Carol Vorderman: 'Stop being miserable' Star hits back after being branded 'crass' 

Carol Vorderman, 58, took to Twitter to address a negative comment after she documented her experience on a train journey to Chester. The former Countdown host shared pictures of a selection of delicious meals she was served by a chef on board, including steak and a cheese platter. She wrote in view of her 406,000 followers: “O.M.G…..I have stumbled upon the #WelshOrientExpress @transport_wales “…First class ticket from Newport to Chester £65 includes an AMAZING 3 course meal… with a proper chef on board… and two hours of stunning countryside… and wonderful staff…”

In response to the tweet, a Twitter user seemed to be under the impression that Carol was paid to promote the experience.

They wrote: “How much did you get paid for this? Crass.”

The presenter was quick to speak out to clarify the situation as she replied: “I booked online and paid £65 for my ticket… just like everybody else. Was paid nothing.

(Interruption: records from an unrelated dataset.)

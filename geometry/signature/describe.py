"""Causes as sentences for a party chief, each with the number behind it."""

from __future__ import annotations

import math
from collections.abc import Callable, Sequence
from dataclasses import dataclass

from geometry.signature.kinds import Kind
from geometry.signature.words import Words, angle, hand, towards


@dataclass(frozen=True, slots=True)
class Said:
    """What a sentence is made of: parameters, names and the largest effect."""

    parameters: tuple[float, ...]
    effect_m: float
    setup: str
    mark: str
    about: str
    words: Words


def describe(kind: Kind, said: Said) -> str:
    """The cause in a sentence.

    >>> from geometry.signature.words import METRES
    >>> print(describe(Kind.PRISM, Said((0.03,), 0.03, "the setup", "", "", METRES)))
    Every stake is 30 mm too far from the setup at any distance: prism constant.
    """
    return _SAY[kind](said)


def mark_name(names: Sequence[str], row: int | None) -> str:
    """A mark's name, or its place in the list when it has none."""
    if row is None:
        return ""
    return names[row] if row < len(names) and names[row] else f"mark {row + 1}"


def _shift(s: Said) -> str:
    east, north = s.parameters
    size = s.words.length(math.hypot(east, north))
    return (
        f"Every stake is {size} to the {towards(east, north)}: check the coordinates "
        "and the centring of the occupied mark."
    )


def _rotation(s: Said) -> str:
    return (
        f"The stakes are turned {angle(s.parameters[0])} {hand(s.parameters[0])} about "
        f"{s.setup}, {s.words.length(s.effect_m)} at the farthest: check the backsight."
    )


def _prism(s: Said) -> str:
    far = "too far from" if s.parameters[0] > 0 else "too near to"
    return (
        f"Every stake is {s.words.length(s.parameters[0])} {far} {s.setup} at any "
        "distance: prism constant."
    )


def _scale(s: Said) -> str:
    more = "long" if s.parameters[0] > 0 else "short"
    return (
        f"Distances from {s.setup} are {abs(s.parameters[0]) * 1e6:.0f} ppm {more}, "
        f"{s.words.length(s.effect_m)} at the farthest: scale factor or weather."
    )


def _several(s: Said) -> str:
    east, north, turn, scale = s.parameters
    return (
        f"The stakes lie together, but {s.words.length(math.hypot(east, north))} to the "
        f"{towards(east, north)}, turned {angle(turn)} {hand(turn)} and "
        f"{scale * 1e6:+.0f} ppm in scale: more than one thing is wrong."
    )


def _prism_and_rotation(s: Said) -> str:
    radial, turn = s.parameters
    return (
        f"Two things at once: {s.words.length(radial)} along every ray (prism constant) "
        f"and {angle(turn)} {hand(turn)} about {s.setup} (backsight)."
    )


def _prism_and_shift(s: Said) -> str:
    radial, east, north = s.parameters
    return (
        f"Two things at once: {s.words.length(radial)} along every ray (prism constant) "
        f"and {s.words.length(math.hypot(east, north))} to the "
        f"{towards(east, north)} (occupied mark)."
    )


def _foot(s: Said, which: str) -> str:
    return (
        f"Every stake is {s.words.length(s.effect_m)} off, 2 millionths of its "
        f"coordinate: {which}."
    )


def _known(s: Said) -> str:
    return (
        f"The stakes are off by up to {s.words.length(s.effect_m)}, which is what "
        f"{s.about} would do."
    )


def _with_mark(text: str) -> Callable[[Said], str]:
    return lambda s: text.format(
        mark=s.mark, setup=s.setup, up_to=s.words.length(s.effect_m)
    )


def _numbering(s: Said) -> str:
    step = int(s.about)
    which = "before" if step > 0 else "after"
    off = "one" if abs(step) == 1 else str(abs(step))
    return f"Each shot stands where the mark {off} {which} it in the list is planned."


def _from_shot(s: Said) -> str:
    return (
        f"From shot {s.about} on every stake is {_height(s)}: rod height changed, or "
        "the instrument was hit."
    )


def _height(s: Said) -> str:
    return (
        f"{s.words.length(s.parameters[0])} {'high' if s.parameters[0] > 0 else 'low'}"
    )


def _height_constant(s: Said) -> str:
    step = f", close to {s.about}," if s.about else ""
    return (
        f"Every stake is {_height(s)}{step} at any distance: instrument height, rod "
        "height or the benchmark's value."
    )


def _rod(s: Said) -> str:
    return f"Only the shots with rod setting {s.about} are off: {_height(s)}."


def _height_angle(s: Said) -> str:
    up = "rise" if s.parameters[0] > 0 else "fall"
    return (
        f"Heights {up} with distance from {s.setup}, {s.words.length(s.effect_m)} at the "
        f"farthest: the vertical angle is {angle(s.parameters[0])} out."
    )


def _tilt(s: Said) -> str:
    _, east, north = s.parameters
    slope = math.hypot(east, north) * 1e6
    return (
        f"Heights lie on a plane tilted {slope:.0f} ppm up to the {towards(east, north)}, "
        f"{s.words.length(s.effect_m)} at most: localisation or a leaning instrument."
    )


_SAY: dict[Kind, Callable[[Said], str]] = {
    Kind.NOTHING: lambda s: "Nothing systematic.",
    Kind.SHIFT: _shift,
    Kind.ROTATION: _rotation,
    Kind.PRISM: _prism,
    Kind.SCALE: _scale,
    Kind.SEVERAL: _several,
    Kind.PRISM_AND_ROTATION: _prism_and_rotation,
    Kind.PRISM_AND_SHIFT: _prism_and_shift,
    Kind.US_FOOT: lambda s: _foot(s, "US survey feet against international feet"),
    Kind.INTERNATIONAL_FOOT: lambda s: _foot(
        s, "international feet against US survey feet"
    ),
    Kind.KNOWN: _known,
    Kind.SWAPPED: _with_mark("Northing and easting are swapped."),
    Kind.WRONG_BACKSIGHT: _with_mark(
        "{setup} was oriented on {mark} instead of its backsight; stakes are up to "
        "{up_to} off."
    ),
    Kind.WRONG_STATION: _with_mark(
        "The instrument stood on {mark}, not on the mark of {setup}; stakes are up to "
        "{up_to} off."
    ),
    Kind.WRONG_VALUE: _with_mark(
        "{setup} used the coordinates of {mark} for the mark it stood on; stakes are "
        "up to {up_to} off."
    ),
    Kind.EXCHANGED: _with_mark(
        "{setup} has its station and its backsight exchanged; stakes are up to {up_to} "
        "off."
    ),
    Kind.REVERSED: _with_mark(
        "{setup} has its backsight turned by half a circle; stakes are up to {up_to} "
        "off."
    ),
    Kind.ANGLE_SENSE: _with_mark(
        "Angles at {setup} were turned left for right; stakes are up to {up_to} off."
    ),
    Kind.FEET_AS_METRES: lambda s: f"{s.about} in feet were read as metres.",
    Kind.METRES_AS_FEET: lambda s: f"{s.about} in metres were read as feet.",
    Kind.NUMBERING: _numbering,
    Kind.MOVED: _with_mark(
        "The stakes hold together but lie elsewhere, up to {up_to} off, and no known "
        "mark explains it."
    ),
    Kind.MIRRORED: _with_mark(
        "The stakes hold together as in a mirror, up to {up_to} off, and no known line "
        "explains it."
    ),
    Kind.HEIGHT_CONSTANT: _height_constant,
    Kind.ROD: _rod,
    Kind.HEIGHT_FROM: _from_shot,
    Kind.HEIGHT_ANGLE: _height_angle,
    Kind.TILT: _tilt,
    Kind.CURVATURE: lambda s: (
        f"Heights fall off by {s.words.length(s.effect_m)} at the farthest, as the "
        "Earth curves: curvature and refraction were left out."
    ),
    Kind.SIGN: lambda s: "Cut was taken for fill: heights are off by twice the cut.",
    Kind.REFERENCE: lambda s: (
        f"Heights fit {s.about} instead of the surface the plan refers to."
    ),
    Kind.REVISION: lambda s: f"The stakes fit revision {s.about} better.",
}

“Now I suggest you stop being miserable… it’s like drinking a cup of poison everyday and expecting your enemy to die… You’re only harming yourself… Have a good day.”

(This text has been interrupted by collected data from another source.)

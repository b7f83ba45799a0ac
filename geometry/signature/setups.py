"""The setup whose work is judged, with the precision its measurements have.

Its control mark and its orientation are never perfect: both are common to all its
shots, so they enter as random effects. Without them two hundred shots "prove" a
shift of a millimetre that only is the mark's own uncertainty.
"""

from __future__ import annotations

import math
from dataclasses import dataclass
from enum import StrEnum

import numpy as np
from numpy.typing import ArrayLike

from geometry import checked
from geometry.checked import Array
from geometry.errors import CoincidentPoints, OutOfRange


class Role(StrEnum):
    """Whether the setup staked the points, or shot them afterwards."""

    STAKED = "staked"
    SHOT = "shot"


@dataclass(frozen=True, slots=True, eq=False)
class Setup:
    """A total station on a mark; see `setup` for the meaning of each number."""

    at: Array
    backsight: Array | None
    role: Role
    name: str
    distance_m: float
    distance_ppm: float
    direction_rad: float
    control_m: float
    orientation_rad: float


def setup(
    at: ArrayLike,
    backsight: ArrayLike | None = None,
    *,
    role: Role = Role.SHOT,
    name: str = "",
    distance_m: float = 0.002,
    distance_ppm: float = 2.0,
    direction_rad: float = math.radians(7 / 3600),
    control_m: float = 0.003,
    orientation_rad: float = math.radians(10 / 3600),
) -> Setup:
    """A setup at E, N (metres), oriented on `backsight` where that is known.

    Standard deviations: `distance_m` + `distance_ppm` of a distance, `direction_rad`
    of one pointing, `control_m` of each coordinate of the occupied mark,
    `orientation_rad` of the orientation. Firms replace the defaults by their own.

    Raises NotFinite, WrongShape, OutOfRange for a negative precision,
    CoincidentPoints when station and backsight are one point.
    """
    place = checked.point("The station", at)
    back = None if backsight is None else checked.point("The backsight", backsight)
    if back is not None and float(np.hypot(*(back - place))) < 1e-3:
        raise CoincidentPoints("Station and backsight are the same point.")
    numbers = (distance_m, distance_ppm, direction_rad, control_m, orientation_rad)
    if any(checked.number("A precision", value) < 0 for value in numbers):
        raise OutOfRange("A precision is negative.", do="Give standard deviations.")
    return Setup(place, back, role, name, *(float(value) for value in numbers))


@dataclass(frozen=True, slots=True, eq=False)
class Rays:
    """From a setup to points (n, 2): lengths (n,), along and across unit (n, 2)."""

    length_m: Array
    along: Array
    across: Array


def rays(station: Array, points: Array) -> Rays:
    """Rays to points; one on the station itself has no direction and gets north."""
    d = points - station
    length = np.hypot(d[:, 0], d[:, 1])
    safe = np.where(length > 1e-9, length, 1.0)
    along = np.where(length[:, None] > 1e-9, d / safe[:, None], [0.0, 1.0])
    across = np.column_stack([along[:, 1], -along[:, 0]])
    return Rays(length, along, across)


def noise(setups: tuple[Setup, ...], points: Array, point_m: float) -> Array:
    """Covariance blocks (n, 2, 2) of the shots, random effects left out; m²."""
    blocks = np.broadcast_to(point_m**2 * np.eye(2), (len(points), 2, 2)).copy()
    for one in setups:
        r = rays(one.at, points)
        along = one.distance_m**2 + (one.distance_ppm * 1e-6 * r.length_m) ** 2
        across = (one.direction_rad * r.length_m) ** 2
        blocks += along[:, None, None] * (r.along[:, :, None] * r.along[:, None, :])
        blocks += across[:, None, None] * (r.across[:, :, None] * r.across[:, None, :])
    return blocks


def effects(
    setups: tuple[Setup, ...], points: Array, common_m: float
) -> tuple[Array, Array]:
    """Random effects common to all shots: fields (n, 2, m), variances (m,).

    `common_m` is a common shift not owed to a setup (a localisation, a datum).
    """
    shift = common_m**2 + sum(one.control_m**2 for one in setups)
    fields, variances = [np.broadcast_to(np.eye(2), (len(points), 2, 2))], [shift] * 2
    for one in setups:
        r = rays(one.at, points)
        fields.append((r.across * r.length_m[:, None])[:, :, None])
        variances.append(one.orientation_rad**2)
    kept = [v > 0 for v in variances]
    return np.concatenate(fields, axis=2)[:, :, kept], np.array(variances)[kept]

Some of Carol’s other followers also shared their views about her photos from the train journey.

One wrote: “My favourite train ride. Get it once a month. It leaves from Chester at 7.15 to Cardiff. Full Welsh breakfast, comfy seats and great scenery – the staff are all great too.”

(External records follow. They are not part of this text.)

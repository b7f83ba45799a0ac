"""Where one more shot would tell the two best causes apart.

At each place both causes predict a displacement; the best place is where they
differ most against what the comparison can see (noise of the shot and of both
predictions).
"""

from __future__ import annotations

import math
from collections.abc import Callable, Sequence

import numpy as np

from geometry.checked import Array
from geometry.signature.findings import NextShot
from geometry.signature.hypotheses import Hypothesis
from geometry.signature.setups import Setup
from geometry.signature.weigh import Fit
from geometry.signature.words import Words, towards

DECIDES = 3.0
_RING_M = (10.0, 30.0, 80.0)

Judged = tuple[Hypothesis, Fit]


def next_shot(
    first: Judged,
    second: Judged,
    candidates: Array,
    setups: Sequence[Setup],
    plan: Array,
    noise: Callable[[Array], Array],
    words: Words,
) -> NextShot:
    """The best of the candidates (c, 2), or of a ring of spots when there are none.

    `noise` gives a shot's covariance (c, q, q) at the spots.
    """
    given = len(candidates) > 0
    spots = candidates if given else _ring(setups, plan)
    differ = _predicted(first, spots) - _predicted(second, spots)
    spread = noise(spots) + _doubt(first, spots) + _doubt(second, spots)
    seen = np.linalg.solve(spread, differ[:, :, None])[:, :, 0]
    times = np.sqrt(np.maximum((differ * seen).sum(axis=1), 0.0))
    best = int(np.argmax(times))
    gap = float(np.linalg.norm(differ[best]))
    decides = bool(times[best] >= DECIDES)
    return NextShot(
        point=spots[best],
        candidate=best if given else None,
        differ_m=gap,
        times=float(times[best]),
        decides=decides,
        sentence=_sentence(spots[best], setups, plan, gap, decides, words),
    )


def _predicted(judged: Judged, spots: Array) -> Array:
    one, fit = judged
    moved: Array = one.fixed_at(spots) + one.free_at(spots) @ fit.parameters
    return moved


def _doubt(judged: Judged, spots: Array) -> Array:
    one, fit = judged
    free = one.free_at(spots)
    doubt: Array = np.einsum("nik,kl,njl->nij", free, fit.covariance, free)
    return doubt


def _ring(setups: Sequence[Setup], plan: Array) -> Array:
    """Spots about the setup, near and far, in eight directions."""
    centre = setups[0].at if setups else plan.mean(axis=0)
    reach = float(np.hypot(*(plan - centre).T).max())
    azimuth = np.arange(8) * (math.pi / 4)
    unit = np.column_stack([np.sin(azimuth), np.cos(azimuth)])
    return np.vstack([centre + r * unit for r in (*_RING_M, reach)])


def _sentence(
    spot: Array,
    setups: Sequence[Setup],
    plan: Array,
    gap: float,
    decides: bool,
    words: Words,
) -> str:
    centre = setups[0].at if setups else plan.mean(axis=0)
    d = spot - centre
    of = "the setup" if setups else "the middle of the stakes"
    where = f"{words.far(float(np.hypot(*d)))} {towards(*d.tolist())} of {of}"
    if decides:
        return (
            f"Shoot a known point or a stake {where}: the two causes differ there by "
            f"{words.length(gap)}."
        )
    return (
        "No single shot from here tells them apart; the best is a known point "
        f"{where}, where they differ by {words.length(gap)}. Check from another setup."
    )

Another added: “That sounds nice and not that expensive.”

A third replied: “Looks amazing, I must try this. Thanks for sharing.”

A fourth agreed: “Wow you’d pay more than that in a lot of restaurants nowadays, and you don’t get a moving view of the beautiful countryside with it. Great value I’d say x.”

Elsewhere, Carol opened up about her battle with life-threatening illness sepsis recently. 

She was diagnosed with the condition 15 years ago and revealed she was “about six hours from death” at the time.

The star explained the situation in a blog post on the social media platform, as she recalled noticing something was wrong when she suffered from “excruciating” gall bladder pain.

She wrote: “On a Saturday evening in 2004 I was rushed to hospital in London. I’d been suffering badly for a few years from gall bladder pain.

“I’d had a bad bout of it, but this time nothing I usually did to calm it down was working. After 2/3 days of excruciating pain I knew something was different.

“I felt as though I was slipping away somehow and asked my family to get me to hospital. They did. I think it was by ambulance but I was slipping in and out of consciousness by that time.”

She continued: “And thank God the doctor running A&E that night was aware of sepsis. He was Dr David Nott who recognised the symptoms, he rushed me onto heavy antibiotics. 

“A long time later, he told me my organs were beginning to close down and I was about six hours from death.”